(Problem statement) Reproduce only what lies between the first line of the material below and the line containing "const range = (n: number, step: number, start", with both of those lines included and every line kept exact.

(Provided records)
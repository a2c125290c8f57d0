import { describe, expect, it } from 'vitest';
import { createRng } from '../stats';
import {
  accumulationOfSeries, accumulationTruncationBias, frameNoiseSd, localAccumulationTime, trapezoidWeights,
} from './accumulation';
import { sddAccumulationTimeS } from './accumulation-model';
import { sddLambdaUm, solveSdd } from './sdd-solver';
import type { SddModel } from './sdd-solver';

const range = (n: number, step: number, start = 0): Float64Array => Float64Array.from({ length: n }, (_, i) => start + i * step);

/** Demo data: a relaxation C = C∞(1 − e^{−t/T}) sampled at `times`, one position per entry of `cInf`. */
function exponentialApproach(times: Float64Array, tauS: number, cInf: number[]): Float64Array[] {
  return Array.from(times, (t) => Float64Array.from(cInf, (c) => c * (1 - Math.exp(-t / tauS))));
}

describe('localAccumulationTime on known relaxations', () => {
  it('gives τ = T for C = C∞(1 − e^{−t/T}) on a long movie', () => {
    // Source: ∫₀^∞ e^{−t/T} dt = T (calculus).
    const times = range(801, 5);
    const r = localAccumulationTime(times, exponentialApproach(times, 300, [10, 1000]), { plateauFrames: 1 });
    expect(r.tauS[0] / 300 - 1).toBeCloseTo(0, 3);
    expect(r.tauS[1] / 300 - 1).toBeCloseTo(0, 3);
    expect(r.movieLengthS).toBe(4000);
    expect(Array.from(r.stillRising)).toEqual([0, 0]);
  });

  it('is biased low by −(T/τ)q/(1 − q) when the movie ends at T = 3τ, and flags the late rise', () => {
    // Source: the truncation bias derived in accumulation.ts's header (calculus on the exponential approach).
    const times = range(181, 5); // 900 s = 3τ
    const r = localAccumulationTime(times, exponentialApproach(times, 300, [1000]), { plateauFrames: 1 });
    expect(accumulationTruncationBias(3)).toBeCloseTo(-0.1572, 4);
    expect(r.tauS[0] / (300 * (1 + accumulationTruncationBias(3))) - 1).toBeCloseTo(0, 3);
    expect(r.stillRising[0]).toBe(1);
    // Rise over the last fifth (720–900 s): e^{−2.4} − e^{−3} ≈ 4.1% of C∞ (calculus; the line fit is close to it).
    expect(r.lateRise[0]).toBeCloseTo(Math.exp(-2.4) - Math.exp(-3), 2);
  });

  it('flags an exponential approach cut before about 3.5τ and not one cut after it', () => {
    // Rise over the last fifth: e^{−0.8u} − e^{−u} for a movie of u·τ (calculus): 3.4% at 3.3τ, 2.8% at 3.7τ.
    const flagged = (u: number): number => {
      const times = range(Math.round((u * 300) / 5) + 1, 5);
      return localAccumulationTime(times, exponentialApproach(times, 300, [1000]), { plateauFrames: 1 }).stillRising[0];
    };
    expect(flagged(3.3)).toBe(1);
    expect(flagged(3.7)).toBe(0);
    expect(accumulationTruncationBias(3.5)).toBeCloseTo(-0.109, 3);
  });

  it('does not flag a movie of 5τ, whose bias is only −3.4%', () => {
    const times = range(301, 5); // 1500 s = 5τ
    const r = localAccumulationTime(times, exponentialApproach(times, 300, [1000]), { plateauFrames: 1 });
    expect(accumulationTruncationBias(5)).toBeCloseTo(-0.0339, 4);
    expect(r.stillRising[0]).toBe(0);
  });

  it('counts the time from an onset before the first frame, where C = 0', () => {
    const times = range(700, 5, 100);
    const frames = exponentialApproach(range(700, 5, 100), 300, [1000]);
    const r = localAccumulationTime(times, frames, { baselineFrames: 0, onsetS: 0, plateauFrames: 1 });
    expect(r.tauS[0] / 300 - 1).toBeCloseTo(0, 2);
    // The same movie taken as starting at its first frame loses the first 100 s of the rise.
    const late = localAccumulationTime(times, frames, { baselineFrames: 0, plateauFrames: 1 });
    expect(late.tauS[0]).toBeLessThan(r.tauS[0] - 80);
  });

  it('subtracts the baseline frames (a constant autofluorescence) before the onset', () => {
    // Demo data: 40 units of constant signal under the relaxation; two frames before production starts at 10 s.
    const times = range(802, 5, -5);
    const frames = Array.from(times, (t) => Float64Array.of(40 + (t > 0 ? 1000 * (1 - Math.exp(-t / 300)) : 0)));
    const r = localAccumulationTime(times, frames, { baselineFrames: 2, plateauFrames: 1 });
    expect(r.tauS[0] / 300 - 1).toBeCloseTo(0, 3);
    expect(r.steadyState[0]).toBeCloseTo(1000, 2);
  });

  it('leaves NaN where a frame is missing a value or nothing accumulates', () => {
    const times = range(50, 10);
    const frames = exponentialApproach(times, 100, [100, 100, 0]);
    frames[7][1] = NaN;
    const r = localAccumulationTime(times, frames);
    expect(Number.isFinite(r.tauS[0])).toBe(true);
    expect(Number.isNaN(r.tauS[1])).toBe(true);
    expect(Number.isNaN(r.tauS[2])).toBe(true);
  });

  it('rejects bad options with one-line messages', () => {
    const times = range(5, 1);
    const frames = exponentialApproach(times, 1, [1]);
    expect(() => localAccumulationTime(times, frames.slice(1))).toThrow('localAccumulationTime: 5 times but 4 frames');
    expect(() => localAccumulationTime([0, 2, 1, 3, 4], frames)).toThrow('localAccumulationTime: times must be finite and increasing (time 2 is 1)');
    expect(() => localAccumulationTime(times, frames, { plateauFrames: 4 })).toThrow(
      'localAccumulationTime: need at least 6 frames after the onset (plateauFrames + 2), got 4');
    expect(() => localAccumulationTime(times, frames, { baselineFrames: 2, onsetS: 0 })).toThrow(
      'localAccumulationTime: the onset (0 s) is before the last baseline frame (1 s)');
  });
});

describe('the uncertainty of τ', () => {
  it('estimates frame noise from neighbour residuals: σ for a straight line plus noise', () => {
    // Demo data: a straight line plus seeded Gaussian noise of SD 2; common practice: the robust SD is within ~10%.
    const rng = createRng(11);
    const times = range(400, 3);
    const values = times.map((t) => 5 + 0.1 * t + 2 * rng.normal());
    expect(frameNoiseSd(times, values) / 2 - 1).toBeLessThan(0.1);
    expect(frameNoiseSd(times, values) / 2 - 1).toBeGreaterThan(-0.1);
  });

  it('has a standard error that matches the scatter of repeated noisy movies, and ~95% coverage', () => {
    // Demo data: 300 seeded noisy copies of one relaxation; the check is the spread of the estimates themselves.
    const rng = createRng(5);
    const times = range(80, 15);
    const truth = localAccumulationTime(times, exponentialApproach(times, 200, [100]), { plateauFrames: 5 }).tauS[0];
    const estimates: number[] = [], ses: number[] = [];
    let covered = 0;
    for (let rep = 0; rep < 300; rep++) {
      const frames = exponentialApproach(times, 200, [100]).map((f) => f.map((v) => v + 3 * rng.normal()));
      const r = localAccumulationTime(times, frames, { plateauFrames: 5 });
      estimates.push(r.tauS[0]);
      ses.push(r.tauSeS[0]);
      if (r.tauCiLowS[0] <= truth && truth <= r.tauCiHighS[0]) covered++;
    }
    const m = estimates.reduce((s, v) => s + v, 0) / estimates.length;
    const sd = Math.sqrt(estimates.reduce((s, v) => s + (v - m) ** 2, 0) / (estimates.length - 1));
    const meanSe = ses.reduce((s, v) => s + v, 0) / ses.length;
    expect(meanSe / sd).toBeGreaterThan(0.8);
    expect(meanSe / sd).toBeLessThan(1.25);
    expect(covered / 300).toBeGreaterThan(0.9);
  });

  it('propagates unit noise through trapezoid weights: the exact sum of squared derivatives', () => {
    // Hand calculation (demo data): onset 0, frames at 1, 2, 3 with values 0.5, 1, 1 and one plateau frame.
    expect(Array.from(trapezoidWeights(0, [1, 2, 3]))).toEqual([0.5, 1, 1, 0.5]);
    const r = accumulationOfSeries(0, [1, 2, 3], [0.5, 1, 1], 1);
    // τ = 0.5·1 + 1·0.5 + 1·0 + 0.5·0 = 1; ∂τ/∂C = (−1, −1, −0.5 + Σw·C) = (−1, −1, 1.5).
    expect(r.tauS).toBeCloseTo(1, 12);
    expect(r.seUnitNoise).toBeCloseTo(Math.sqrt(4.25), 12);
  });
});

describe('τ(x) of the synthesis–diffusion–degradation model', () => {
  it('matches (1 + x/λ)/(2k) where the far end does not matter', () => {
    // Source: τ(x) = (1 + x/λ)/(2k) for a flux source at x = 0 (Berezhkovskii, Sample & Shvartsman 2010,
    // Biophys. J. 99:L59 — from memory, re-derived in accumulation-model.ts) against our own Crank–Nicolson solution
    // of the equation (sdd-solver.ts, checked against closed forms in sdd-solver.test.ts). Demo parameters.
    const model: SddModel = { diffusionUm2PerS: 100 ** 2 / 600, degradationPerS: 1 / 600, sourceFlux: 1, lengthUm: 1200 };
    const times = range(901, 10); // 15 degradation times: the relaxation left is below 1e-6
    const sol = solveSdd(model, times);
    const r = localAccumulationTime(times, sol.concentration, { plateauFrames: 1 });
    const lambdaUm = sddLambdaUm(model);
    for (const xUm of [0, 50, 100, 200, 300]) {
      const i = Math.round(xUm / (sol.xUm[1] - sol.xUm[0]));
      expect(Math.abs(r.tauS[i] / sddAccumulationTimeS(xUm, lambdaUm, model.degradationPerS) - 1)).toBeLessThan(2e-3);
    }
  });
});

(Solution to this task)
repository a2c125290c8f57d0
import { describe, expect, it } from 'vitest';
import { createRng } from '../stats';
import {
  accumulationOfSeries, accumulationTruncationBias, frameNoiseSd, localAccumulationTime, trapezoidWeights,
} from './accumulation';
import { sddAccumulationTimeS } from './accumulation-model';
import { sddLambdaUm, solveSdd } from './sdd-solver';
import type { SddModel } from './sdd-solver';

const range = (n: number, step: number, start = 0): Float64Array => Float64Array.from({ length: n }, (_, i) => start + i * step);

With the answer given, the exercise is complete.